ACTIVITY: Please return only the lines from the one holding "const r = new Float64Array(maxLag + 1);" through the one holding "const t = from + i;", exactly as they appear in the records below, both ends included.

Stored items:
/**
 * Prewhitened cross-correlation: the first step of transfer-function identification, used to
 * guess each input's delay before the structure search refines it.
 *
 * Procedure (Box, Jenkins, Reinsel & Ljung, "Time Series Analysis: Forecasting and Control",
 * 5th ed. 2015, §12.2.1 "Identification of transfer function models" — section number from
 * memory):
 * 1. Fit an autoregression φ(B)x_t = c + α_t to the input x by least squares, its order p =
 *    0…maxOrder chosen by AICc on one common sample (criteria.ts), so α is close to white.
 * 2. Filter the output with the same operator: β_t = φ(B)y_t.
 * 3. Cross-correlate: r_αβ(k) = c_αβ(k) / (s_α s_β), c_αβ(k) = (1/n) Σ_t (α_t − ᾱ)(β_{t+k} − β̄)
 *    for k = 0…maxLag. Because α is white, r_αβ(k) is proportional to the impulse response
 *    weight v_k of y on x: v_k = r_αβ(k)·s_β/s_α.
 * 4. Under no effect at lag k, r_αβ(k) has standard error about 1/√n (the same reference,
 *    §12.1.3, for a white series against any series independent of it); lags beyond ±2/√n are
 *    called significant.
 * The delay is the first significant lag: the first period in which the input acts.
 *
 * Cost: (maxOrder + 1) small least-squares fits of n rows, plus O(n·maxLag).
 */
import { lstsq } from '../linalg/lstsq.js';
import { zeros } from '../linalg/matrix.js';
import { criteria } from './criteria.js';

export interface CrossCorrelation {
  /** r_αβ(k) for k = 0…maxLag (0 where it cannot be formed). */
  r: Float64Array;
  /** Impulse-response weights v_k = r_αβ(k)·s_β/s_α. */
  weights: Float64Array;
  /** The significance bound 2/√n on |r|. */
  bound: number;
  /** Pairs (α_t, β_t) the correlations were formed from. */
  n: number;
  /** Order p of the prewhitening autoregression. */
  order: number;
}

/** First index from which x holds only finite values (NaN heads of differenced arrays are skipped). */
function firstFinite(x: Float64Array, from: number): number {
  let s = from;
  for (let t = from; t < x.length; t++) if (!Number.isFinite(x[t])) s = t + 1;
  return s;
}

/**
 * Coefficients φ_1…φ_p of the AR prewhitener of x[start…] and its constant (p chosen by AICc
 * among 0…maxOrder on the rows t ≥ start + maxOrder). An input that does not vary is returned
 * with p = 0 (nothing to whiten).
 */
export function arPrewhitener(x: Float64Array, start: number, maxOrder: number): { phi: Float64Array; c: number } {
  const first = start + maxOrder;
  const rows = x.length - first;
  let best = { aicc: Infinity, phi: new Float64Array(0), c: 0 };
  for (let p = 0; p <= maxOrder; p++) {
    if (rows <= p + 3) break;
    const m = zeros(rows, p + 1);
    const y = new Float64Array(rows);
    for (let r = 0; r < rows; r++) {
      const t = first + r;
      m.data[r * (p + 1)] = 1;
      for (let i = 1; i <= p; i++) m.data[r * (p + 1) + i] = x[t - i];
      y[r] = x[t];
    }
    const fit = lstsq(m, y, Array.from({ length: p + 1 }, (_, i) => (i === 0 ? 'const' : `x[t-${i}]`)), { onRankDeficient: 'warn' });
    if (fit.rank < p + 1) break;
    if (!(fit.rss > 0)) break;
    const aicc = criteria(fit.rss, rows, p + 2).aicc;
    if (aicc < best.aicc) best = { aicc, phi: fit.theta.slice(1), c: fit.theta[0] };
  }
  return { phi: best.phi, c: best.c };
}

/**
 * The prewhitened cross-correlation of output y on input x for lags 0…maxLag, from index `start`
 * on (both arrays the same length; NaN heads are skipped). See the module comment.
 */
export function prewhitenedCrossCorrelation(x: Float64Array, y: Float64Array, maxLag: number, options: { start?: number; maxOrder?: number } = {}): CrossCorrelation {
  const start = Math.max(firstFinite(x, options.start ?? 0), firstFinite(y, options.start ?? 0));
  const available = x.length - start;
  const maxOrder = Math.max(0, Math.min(options.maxOrder ?? 6, Math.floor(available / 10)));
  const { phi, c } = arPrewhitener(x, start, maxOrder);
  const p = phi.length;
  const from = start + p;
  const n = x.length - from;
  const r = new Float64Array(maxLag + 1);
  const weights = new Float64Array(maxLag + 1);
  if (n < 3) return { r, weights, bound: Infinity, n: Math.max(0, n), order: p };
  const alpha = new Float64Array(n);
  const beta = new Float64Array(n);
  for (let i = 0; i < n; i++) {
    const t = from + i;
    let a = x[t] - c;
    let b = y[t];
    for (let k = 1; k <= p; k++) {
      a -= phi[k - 1] * x[t - k];
      b -= phi[k - 1] * y[t - k];
    }
    alpha[i] = a;
    beta[i] = b;
  }
  let ma = 0;
  let mb = 0;
  for (let i = 0; i < n; i++) {
    ma += alpha[i];
    mb += beta[i];
  }
  ma /= n;
  mb /= n;
  let saa = 0;
  let sbb = 0;
  for (let i = 0; i < n; i++) {
    saa += (alpha[i] - ma) ** 2;
    sbb += (beta[i] - mb) ** 2;
  }
  const sa = Math.sqrt(saa / n);
  const sb = Math.sqrt(sbb / n);
  if (!(sa > 0) || !(sb > 0)) return { r, weights, bound: 2 / Math.sqrt(n), n, order: p };
  for (let k = 0; k <= maxLag && k < n; k++) {
    let acc = 0;
    for (let i = 0; i + k < n; i++) acc += (alpha[i] - ma) * (beta[i + k] - mb);
    r[k] = acc / n / (sa * sb);
    weights[k] = (r[k] * sb) / sa;
  }
  return { r, weights, bound: 2 / Math.sqrt(n), n, order: p };
}

/**
 * The delay the cross-correlation points to: the first lag k ≤ maxDelay whose |r(k)| exceeds
 * the bound, or, when only later lags (up to the correlation's length) are significant, the
 * largest allowed delay; null when no lag is significant.
 */
export function firstSignificantLag(cc: CrossCorrelation, maxDelay: number): number | null {
  for (let k = 0; k < cc.r.length; k++) if (Math.abs(cc.r[k]) > cc.bound) return Math.min(k, maxDelay);
  return null;
}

SOLUTION FOR THIS TASK:
  const r = new Float64Array(maxLag + 1);
  const weights = new Float64Array(maxLag + 1);
  if (n < 3) return { r, weights, bound: Infinity, n: Math.max(0, n), order: p };
  const alpha = new Float64Array(n);
  const beta = new Float64Array(n);
  for (let i = 0; i < n; i++) {
    const t = from + i;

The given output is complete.